Frankly, that works for the majority of XMPP users -- let's not forget about that. But yes, this is a problem today for many consumers. However, I see this as a much better direction for the Internet as a whole to take -- see efforts such as ownCloud and the like -- , rather than just conceding defeat and accepting a centralized Internet, or worse: the extremely dangerous idea that centralization increases security. Which should only be seen as the non-sense it is.

> It's a lot easier than simply not having that data server side in the first place like Signal for example.

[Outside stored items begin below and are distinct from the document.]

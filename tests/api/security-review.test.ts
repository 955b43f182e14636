import request from 'supertest';
import { describe, expect, it } from 'vitest';
import { Radio } from '../../server/models';
import { call, useApi } from '../helpers/api';
import { buildRadio } from '../helpers/factories';
import { planningCast } from '../helpers/planningActors';

const WEAK = 'password1';
const SHARED = 'tide-lantern-orchard-51';

describe('security review API', () => {
  const ctx = useApi();

  it('answers 401 signed out and 403 to hosts', async () => {
    expect((await request(ctx.app).get('/api/v1/security-review')).status).toBe(401);
    const { host } = await planningCast(ctx);
    const res = await call(host, 'get', '/api/v1/security-review');
    expect(res.status).toBe(403);
    expect(res.body.error.message).toBe('The security review is for operators and admins.');
  });

  it('lists findings most severe first, scoped to the caller, and never echoes a key', async () => {
    const { op, admin, node, otherNode } = await planningCast(ctx);
    const open = await buildRadio({ nodeId: node.id, iface: 'wlan0' });
    await Radio.update({ encryption: 'none', preSharedKey: null, role: 'backhaul-ap' }, { where: { id: open.id } });
    const weak = await buildRadio({ nodeId: node.id, iface: 'wlan1' });
    await Radio.update({ preSharedKey: WEAK, groupRekeyS: 0, role: 'access-point' }, { where: { id: weak.id } });
    const shared = await buildRadio({ nodeId: node.id, iface: 'wlan2' });
    const elsewhere = await buildRadio({ nodeId: otherNode.id, iface: 'wlan0' });
    const tkip = await buildRadio({ nodeId: otherNode.id, iface: 'wlan1' });
    await Radio.update({ preSharedKey: SHARED }, { where: { id: [shared.id, elsewhere.id] } });
    await Radio.update({ encryption: 'wpa-tkip' }, { where: { id: tkip.id } });

    const res = await call(op, 'get', '/api/v1/security-review');
    expect(res.status).toBe(200);
    const text = JSON.stringify(res.body);
    for (const key of [WEAK, SHARED, 'a-long-enough-test-key']) expect(text).not.toContain(key);
    const findings = res.body.data.findings as { code: string; severity: string; radios: { radioId: number }[] }[];
    expect(findings.map((f) => f.code)).toEqual(['open_network', 'psk_weak', 'key_reused', 'group_rekey_disabled']);
    expect(findings.map((f) => f.severity)).toEqual(['critical', 'high', 'medium', 'low']);
    // Reuse is found across neighbourhoods, but only the caller's radio is named.
    expect(findings[2].radios.map((r) => r.radioId)).toEqual([shared.id]);
    expect(res.body.data.counts).toEqual({ critical: 1, high: 1, medium: 1, low: 1 });
    expect(text).not.toContain(otherNode.name);
    const perRadio = res.body.data.radios.find((r: { radioId: number }) => r.radioId === weak.id);
    expect(perRadio.findings.map((f: { code: string }) => f.code)).toEqual(['psk_weak', 'group_rekey_disabled']);
    expect(perRadio).not.toHaveProperty('preSharedKey');

    const all = await call(admin, 'get', '/api/v1/security-review');
    expect(all.body.data.findings.map((f: { code: string }) => f.code)).toContain('tkip');
    expect(JSON.stringify(all.body)).not.toContain(SHARED);
  });
});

You still do not get the point here at all. This is not about storage. This is not about the server implementation. As long as there is a communication at all between me and the server and then my contacts and the server, it is irrelevant if you are storing the roster or not. ANYONE (*anyone with access to that server) can easily pick it up. In fact, it is HARD not to leak it up, even by accident. Barring a P2P Freenet-like thing, this is _unavoidable_. (and even with P2P/Freenet/Onion/whatever it's not trivial) And due to the nature of IMs, metadata is practically as big an issue than protecting the payload itself.


> conceding defeat and accepting a centralized Internet

I think you can still have decentralization without having to be a sysop. That may be server operators that run small servers etc.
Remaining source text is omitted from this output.